I just now learned the multi quote trick so I'm sorry for the ones before that I didn't get to! 



Lacie's Mom said:


> Bonnie had mentioned that she has a couple of male puppies that are (were) available. I'm so glad that you're getting one of them and we can watch it grow up on SM. Can't wait to see pictures.
> 
> Annie -- I'm so very happy for you. I know that you've waited such a long time for that perfect little fluff. So many things to think about. Have you even thought of a name yet?


I'm so excited that I'm getting one too!! His name is Pellinore. You may think I'm lame, but I got the name from a college course called Hero and Quest that I took over the summer. It focuses on the stories surrounding King Arthur and King Pellinore was the goofiest sweetest king there was and I just loved him. He was actually the first knight Arthur ever saw and he inspired him to become one. I figured it would be a perfect little maltese name!




Bailey&Me said:


> Annie, here is the pen I have for Bailey: Amazon.com: Iris CI-604 Indoor/Outdoor Plastic Pet Pen, 4 Panels: Kitchen & Dining
> 
> It looks like the same one as in the link you posted.
> 
> ...


What a great deal! If you find another one let me know! 





The A Team said:


> I have an Iris pen, they are great and I really like the idea of extra panels....just in case you think he needs more room. I also have a metal one and a soft sided canvas one. :blush: oh my goodness. I use them all at times for different reasons. (hey I have to justify these purchases, right?):HistericalSmiley:
> 
> Oh one more thing. When I have had puppies around I placed a remenant piece of vinal flooring under the pen (in case of accidents). Of course you could also use a shower curtain, plastic table cloth, etc....


That's a good idea! I'll have to go to Home Depot and find some cute flooring.
lol Well I don't think my boyfriend would buy my need for multiple exercise pens just yet... I'll probably end up with multiple ones in the end though! 




yeagerbum said:


> Congratulations!!! Your baby is finally in this world and so close to being in your arms  You've done so much research and preparation already, you'll do great!


I'm too excited!
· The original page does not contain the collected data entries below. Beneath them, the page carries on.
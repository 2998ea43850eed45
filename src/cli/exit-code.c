/* exit-code.c - how errors become exit codes and one line of text. */
#include "cli/exit-code.h"

#include <gio/gio.h>

#include "data/error.h"

AntExitCode
ant_exit_code (const GError *error)
{
  if (g_error_matches (error, G_IO_ERROR, G_IO_ERROR_CANCELLED))
    return ANT_EXIT_STOPPED;
  if (error->domain == G_OPTION_ERROR)
    return ANT_EXIT_USAGE;
  if (error->domain != ANT_ERROR)
    return ANT_EXIT_READ;
  switch ((AntErrorCode) error->code)
    {
    case ANT_ERROR_USAGE: return ANT_EXIT_USAGE;
    case ANT_ERROR_READ: return ANT_EXIT_READ;
    case ANT_ERROR_WRITE: return ANT_EXIT_WRITE;
    case ANT_ERROR_STOPPED: return ANT_EXIT_STOPPED;
    case ANT_ERROR_NUMERIC: return ANT_EXIT_READ;
    }
  return ANT_EXIT_READ;
}

static void
say_one_line (const char *message)
{
  g_autofree char *line = g_strdelimit (g_strdup (message), "\n\r", ' ');
  g_printerr ("antumbra-cli: %s\n", line);
}

int
ant_cli_fail (const GError *error)
{
  say_one_line (error->message);
  return ant_exit_code (error);
}

int
ant_cli_fail_usage (const char *format, ...)
{
  va_list arguments;
  va_start (arguments, format);
  g_autofree char *message = g_strdup_vprintf (format, arguments);
  va_end (arguments);
  say_one_line (message);
  return ANT_EXIT_USAGE;
}
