/* settings-options.c - the options --set and --settings. */
#include "cli/settings-options.h"

#include <glib/gi18n.h>

void
ant_settings_options_add (GOptionContext *context, AntSettingsOptions *options)
{
  const GOptionEntry entries[] = {
    { "set", 0, 0, G_OPTION_ARG_STRING_ARRAY, &options->set, N_("change a setting; may be given again"), N_("KEY=VALUE") },
    { "settings", 0, 0, G_OPTION_ARG_FILENAME, &options->file, N_("take settings from a key file"), N_("FILE") },
    { NULL }
  };
  g_option_context_add_main_entries (context, entries, NULL);
}

gboolean
ant_settings_options_add_to (const AntSettingsOptions *options, AntSettings *settings, GError **error)
{
  if (options->file && !ant_settings_load (settings, options->file, error))
    return FALSE;
  for (char **set = options->set; set && *set; set++)
    if (!ant_settings_assign (settings, *set, error))
      return g_prefix_error (error, "--set: "), FALSE;
  return TRUE;
}

gboolean
ant_settings_options_apply (const AntSettingsOptions *options, AntSettings *settings, GError **error)
{
  ant_settings_init (settings);
  return ant_settings_options_add_to (options, settings, error);
}

void
ant_settings_options_clear (AntSettingsOptions *options)
{
  g_clear_pointer (&options->file, g_free);
  g_clear_pointer (&options->set, g_strfreev);
}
Thanks for your confidence in me! :blush: 




Sandcastles said:


> I feel like "we're going to have a baby" - sort of like when friends have babies (actually my friends, children, are now having babies).
> 
> Annie - I'm so happy for you - you're going to make a wonderful mom.
> 
> ((Hugs))


I definately feel like I'm going to have a baby. and I've finally got Michael to agree to family pictures when Pellinore gets here! :chili:


----------



## princessre (Dec 23, 2008)

OMG!!!! Congrats!!! I'm soooo excited to see your baby!! I met Go Go last winter-- that pup is such a delicate looking doll!! :wub::wub: I actually thought he was a girl!


----------



## suzimalteselover (Mar 27, 2006)

Congratulations!!!! :chili::chili::chili: I love the name Pellinore! Such a cute name and a great little king. You will make a wonderful Malt mommy! :wub:


----------



## Ladysmom (Oct 19, 2004)

CloudClan said:


> Do you have the registered names on Misty and GoGo? I am such a pedigree junkie. I like to see who is related, but don't recall seeing those call names before.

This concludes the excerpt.